In het kort

Er is geen bewijs dat melkconsumptie botbreuken in de hand werkt. De link die gelegd wordt met botbreuken pleit er alleen maar voor dat we af moeten van het idee dat botkwaliteit alleen maar bepaald wordt door calcium of een ander voedingsmiddel. Het lichaam vormt zich naar functie. Op dit moment is het aannemelijk dat als jouw voorouders (opa en oma) ook melk dronken, het waarschijnlijk ook bij jou past. Als het in jouw geval niet zo is of je wilt geen melk drinken, dan is dat prima, maar zul je wel op zoek moeten naar andere calciumbronnen en dat betekent in de praktijk meer groente, noten en/of peulvruchten eten dan de gemiddelde Nederlander doet.

Nederland kent ondanks een stevige melkconsumptie nog steeds veel osteoporose. Dit geldt overigens voor meer landen waar zuivel ruim voor handen is en het heeft geleid tot het idee, dat melkconsumptie botbreuken in de hand werkt. Het is daarom zaak om hier eens aandacht aan te besteden.

Melk in de media

. Deze artikelen lijken allemaal klonen van elkaar te zijn, waarbij een onderbouwing vaker ontbreekt dan aanwezig is. Eén van de standpunten die in veel artikelen terugkomt is dat zuivelconsumptie de kans op botbreuken in de hand werkt. Ook voedingsjournalist Alissa Hamilton deelt dat standpunt in haar onlangs verschenen boek: ‘Melk de witte sloper’. Een boek dat belooft indruk te maken gezien de tekst van een lezer die op de kaft prijkt:

“Dit boek veegt alle illusies die we over melk hebben van tafel.”

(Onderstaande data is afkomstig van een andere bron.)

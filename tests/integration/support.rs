//! Shared helpers for the integration tests.

use onrecord::ingest::{Diagnostic, IngestConfig, Report, ingest_paths};
use std::path::{Path, PathBuf};

/// Slow tests run only when ONRECORD_SLOW=1 (CI sets it).
pub fn slow_enabled(name: &str) -> bool {
    let on = std::env::var("ONRECORD_SLOW").is_ok_and(|v| v == "1");
    if !on {
        eprintln!("{name}: slow test skipped; set ONRECORD_SLOW=1 to run it");
    }
    on
}

/// Prints a measured figure and keeps it in `target/tmp/test-figures.txt`,
/// one line per figure, so the figures of passing tests (whose output cargo
/// captures) can be read after the run; `.ci/run` prints the file. The file
/// is started afresh by the first figure of each run.
pub fn figure(line: &str) {
    use std::io::Write;
    use std::sync::{Mutex, OnceLock};
    static FILE: OnceLock<Mutex<Option<std::fs::File>>> = OnceLock::new();
    eprintln!("{line}");
    let file = FILE.get_or_init(|| {
        let path = Path::new(env!("CARGO_TARGET_TMPDIR")).join("test-figures.txt");
        Mutex::new(std::fs::File::create(&path).ok())
    });
    if let Some(f) = file.lock().unwrap_or_else(|e| e.into_inner()).as_mut() {
        // One write per line, so lines from parallel tests never interleave.
        let _ = f.write_all(format!("{}\n", line.replace('\n', " ")).as_bytes());
    }
}

/// A folder under the shared open data, or None with a clear message when it
/// is absent. Under CI=true an absent folder is a failure.
pub fn shared_data(rel: &str) -> Option<PathBuf> {
    let dir = onrecord::shared_data_dir().join(rel);
    if dir.exists() {
        return Some(dir);
    }
    let msg = format!(
        "open data {} not found; set ONRECORD_SHARED_DATA to the folder holding scifact/, squad-v1.1/, unicode-uax29-15.0.0/",
        dir.display()
    );
    if std::env::var("CI").is_ok_and(|v| v == "true") {
        panic!("{msg} (required under CI=true)");
    }
    eprintln!("{msg}; check skipped");
    None
}

pub fn write(dir: &Path, name: &str, body: impl AsRef<[u8]>) -> PathBuf {
    let p = dir.join(name);
    if let Some(parent) = p.parent() {
        std::fs::create_dir_all(parent).unwrap();
    }
    std::fs::write(&p, body).unwrap();
    p
}

pub fn ingest(index: &Path, paths: &[PathBuf]) -> (Report, Vec<Diagnostic>) {
    ingest_paths(index, paths, &IngestConfig::default()).expect("ingest runs")
}

pub fn ingest_with(
    index: &Path,
    paths: &[PathBuf],
    cfg: &IngestConfig,
) -> (Report, Vec<Diagnostic>) {
    ingest_paths(index, paths, cfg).expect("ingest runs")
}

/// Check `v` against the subset of JSON Schema the project's schema files
/// use (type, required, properties, additionalProperties: false, items,
/// enum, const, and `$ref` to `#/$defs/NAME`). Returns the
/// problems found, each with its JSON path.
pub fn schema_problems(v: &serde_json::Value, schema: &serde_json::Value, at: &str) -> Vec<String> {
    schema_problems_in(v, schema, schema, at)
}

fn schema_problems_in(
    v: &serde_json::Value,
    schema: &serde_json::Value,
    root: &serde_json::Value,
    at: &str,
) -> Vec<String> {
    use serde_json::Value;
    let mut out = Vec::new();
    if let Some(r) = schema.get("$ref").and_then(Value::as_str) {
        let def = r
            .strip_prefix("#/$defs/")
            .and_then(|name| root.get("$defs").and_then(|d| d.get(name)));
        return match def {
            Some(d) => schema_problems_in(v, d, root, at),
            None => vec![format!("{at}: unresolved $ref {r}")],
        };
    }
    if let Some(t) = schema.get("type").and_then(Value::as_str) {
        let ok = match t {
            "object" => v.is_object(),
            "array" => v.is_array(),
            "string" => v.is_string(),
            "integer" => v.is_i64() || v.is_u64(),
            "number" => v.is_number(),
            "boolean" => v.is_boolean(),
            _ => true,
        };
        if !ok {
            out.push(format!("{at}: expected {t}, got {v}"));
            return out;
        }
    }
    if let Some(c) = schema.get("const")
        && v != c
    {
        out.push(format!("{at}: expected {c}, got {v}"));
    }
    if let Some(e) = schema.get("enum").and_then(Value::as_array)
        && !e.contains(v)
    {
        out.push(format!("{at}: {v} is not one of {e:?}"));
    }
    if let Some(req) = schema.get("required").and_then(Value::as_array) {
        for k in req.iter().filter_map(Value::as_str) {
            if v.get(k).is_none() {
                out.push(format!("{at}: missing `{k}`"));
            }
        }
    }
    if let (Some(props), Some(obj)) = (
        schema.get("properties").and_then(Value::as_object),
        v.as_object(),
    ) {
        for (k, sub) in props {
            if let Some(val) = obj.get(k) {
                out.extend(schema_problems_in(val, sub, root, &format!("{at}.{k}")));
            }
        }
        if schema.get("additionalProperties") == Some(&Value::Bool(false)) {
            for k in obj.keys().filter(|k| !props.contains_key(*k)) {
                out.push(format!("{at}: `{k}` is not in the schema"));
            }
        }
    }
    if let (Some(items), Some(arr)) = (schema.get("items"), v.as_array()) {
        for (i, val) in arr.iter().enumerate() {
            out.extend(schema_problems_in(val, items, root, &format!("{at}[{i}]")));
        }
    }
    out
}

/// The default embedding model, or None with a clear message when it is not
/// on this machine. Under CI=true its absence is a failure: CI runs
/// `eval/models/fetch` first.
pub fn model() -> Option<std::sync::Arc<dyn onrecord::embed::Embedder>> {
    let r =
        onrecord::embed::resolve(&onrecord::embed::EmbedderChoice::Auto).expect("auto never fails");
    if r.embedder.is_some() {
        return r.embedder;
    }
    let msg = format!(
        "embedding model absent ({}); run eval/models/fetch",
        r.note.unwrap_or_default()
    );
    if std::env::var("CI").is_ok_and(|v| v == "true") {
        panic!("{msg} (required under CI=true)");
    }
    eprintln!("{msg}; check skipped");
    None
}

/// A small deterministic embedder for testing the index mechanics without a
/// model: each word (lower-cased) adds to one of 64 dimensions chosen by its
/// hash, and the vector is scaled to unit length. It counts what it embeds
/// and can be told to fail after some number of calls.
pub struct HashEmbedder {
    pub id: String,
    pub embedded: std::sync::atomic::AtomicUsize,
    pub calls: std::sync::atomic::AtomicUsize,
    pub fail_after_calls: Option<usize>,
}

impl HashEmbedder {
    pub fn new() -> HashEmbedder {
        HashEmbedder {
            id: "hash-words@test".into(),
            embedded: Default::default(),
            calls: Default::default(),
            fail_after_calls: None,
        }
    }

    pub fn embedded(&self) -> usize {
        self.embedded.load(std::sync::atomic::Ordering::SeqCst)
    }
}

impl onrecord::embed::Embedder for HashEmbedder {
    fn id(&self) -> &str {
        &self.id
    }
    fn dim(&self) -> usize {
        64
    }
    fn token_ids(&self, text: &str) -> onrecord::Result<Vec<u32>> {
        Ok(text.split_whitespace().map(|w| w.len() as u32).collect())
    }
    fn embed(&self, texts: &[&str]) -> onrecord::Result<Vec<Vec<f32>>> {
        use std::sync::atomic::Ordering::SeqCst;
        let call = self.calls.fetch_add(1, SeqCst);
        if self.fail_after_calls.is_some_and(|n| call >= n) {
            return Err(onrecord::Error::Invalid(
                "test embedder told to fail".into(),
            ));
        }
        self.embedded.fetch_add(texts.len(), SeqCst);
        Ok(texts
            .iter()
            .map(|t| {
                let mut v = vec![0f32; 64];
                for w in onrecord::text::terms(t) {
                    let h = onrecord::text::hash_hex(w.as_bytes());
                    let i = usize::from_str_radix(&h[..4], 16).unwrap() % 64;
                    v[i] += 1.0;
                }
                onrecord::embed::normalise(&mut v);
                v
            })
            .collect())
    }
}

/// The default drafting model (SmolLM2-135M-Instruct GGUF), or None with a
/// clear message when it is not on this machine. Under CI=true its absence
/// is a failure: CI runs `eval/models/fetch` first.
pub fn llm_file() -> Option<PathBuf> {
    match onrecord::llm::resolve(&onrecord::llm::LlmChoice::Auto) {
        Ok(p) => Some(p),
        Err(e) => {
            let msg = format!("drafting model absent ({e}); run eval/models/fetch");
            if std::env::var("CI").is_ok_and(|v| v == "true") {
                panic!("{msg} (required under CI=true)");
            }
            eprintln!("{msg}; check skipped");
            None
        }
    }
}

/// The demo release rendered and ingested once per test run (BM25 only),
/// with the ingest report of that first build: `<dir>/release` and
/// `<dir>/index`, as `onrecord demo --workdir <dir>` lays them out. Nothing
/// writes here after it is built: a test that logs answers or adds vectors
/// works on a copy of the index (`copy_dir`). The index knows its files by
/// their full path, so a copied release would be read again on ingest; a
/// test that ingests or edits the release builds its own.
pub fn demo_workdir() -> &'static (PathBuf, Report) {
    use std::sync::OnceLock;
    static DIR: OnceLock<(PathBuf, Report)> = OnceLock::new();
    DIR.get_or_init(|| {
        let source = Path::new(env!("CARGO_MANIFEST_DIR")).join("eval/demo");
        let work = tempfile::tempdir().unwrap().keep();
        let (_, report, diags) = onrecord::demo::prepare(&source, &work, false).unwrap();
        assert_eq!(report.failed, 0, "{diags:#?}");
        (work, report)
    })
}

/// The shared demo index, for tests that only read it.
pub fn demo_index() -> &'static Path {
    static DIR: std::sync::OnceLock<PathBuf> = std::sync::OnceLock::new();
    DIR.get_or_init(|| demo_workdir().0.join("index"))
}

/// A copy of the demo index for the web tests, which log answers into it
/// (so other tests' demo index stays as built).
pub fn web_index() -> &'static Path {
    use std::sync::OnceLock;
    static DIR: OnceLock<PathBuf> = OnceLock::new();
    DIR.get_or_init(|| {
        let to = tempfile::tempdir().unwrap().keep().join("index");
        copy_dir(demo_index(), &to);
        to
    })
}

/// Copies a folder (an index, say) file by file.
pub fn copy_dir(from: &Path, to: &Path) {
    for e in walkdir::WalkDir::new(from) {
        let e = e.unwrap();
        let dst = to.join(e.path().strip_prefix(from).unwrap());
        if e.file_type().is_dir() {
            std::fs::create_dir_all(&dst).unwrap();
        } else if let Err(err) = std::fs::copy(e.path(), &dst) {
            // A reader closing the index removes SQLite's -wal and -shm
            // files; one that vanished while being copied was empty.
            assert_eq!(err.kind(), std::io::ErrorKind::NotFound, "{err}");
        }
    }
}

/// `onrecord web` on a free loopback port, in its own runtime thread,
/// stopped when dropped.
pub struct TestServer {
    pub addr: std::net::SocketAddr,
    stop: Option<tokio::sync::oneshot::Sender<()>>,
    thread: Option<std::thread::JoinHandle<()>>,
}

impl TestServer {
    pub fn start(index: &Path, token: Option<&str>) -> TestServer {
        TestServer::start_with(index, token, onrecord::web::Limits::default())
    }

    pub fn start_with(
        index: &Path,
        token: Option<&str>,
        limits: onrecord::web::Limits,
    ) -> TestServer {
        let (addr_tx, addr_rx) = std::sync::mpsc::channel();
        let (stop, stopped) = tokio::sync::oneshot::channel::<()>();
        let opts = onrecord::web::ServeOptions {
            index: index.to_path_buf(),
            bind: "127.0.0.1:0".parse().unwrap(),
            token: token.map(str::to_string),
            embedder: None,
            limits,
        };
        let thread = std::thread::spawn(move || {
            let rt = tokio::runtime::Builder::new_multi_thread()
                .worker_threads(2)
                .enable_all()
                .build()
                .unwrap();
            rt.block_on(async move {
                let server = onrecord::web::Server::bind(opts).await.unwrap();
                addr_tx.send(server.addr).unwrap();
                server
                    .run(async {
                        let _ = stopped.await;
                    })
                    .await
                    .unwrap();
            });
        });
        let addr = addr_rx
            .recv_timeout(std::time::Duration::from_secs(60))
            .unwrap();
        TestServer {
            addr,
            stop: Some(stop),
            thread: Some(thread),
        }
    }
}

impl Drop for TestServer {
    fn drop(&mut self) {
        if let Some(s) = self.stop.take() {
            let _ = s.send(());
        }
        if let Some(t) = self.thread.take() {
            let _ = t.join();
        }
    }
}

/// One answer with the defaults: the extractive drafter, the rules judge,
/// k = 10, no filters.
pub fn ask_extractive(
    index: &onrecord::retrieve::Index,
    question: &str,
) -> onrecord::answer::AnswerRecord {
    onrecord::answer::ask(
        index,
        question,
        &onrecord::types::Filters::default(),
        10,
        &onrecord::draft::Extractive::default(),
        serde_json::Value::Null,
        &onrecord::verify::RulesJudge::default(),
    )
    .unwrap()
}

In het algemeen is de argumentatie tegen de consumptie van melk om gezondheidsredenen  tweeledig:

  1. Uit onderzoek van Harvard universiteit blijkt dat melk het risico op heupbreuken met 45% verhoogt;
  2. Melk bevat verzurend fosfor waardoor calcium aan het skelet wordt onttrokken om het lichaam te ontzuren.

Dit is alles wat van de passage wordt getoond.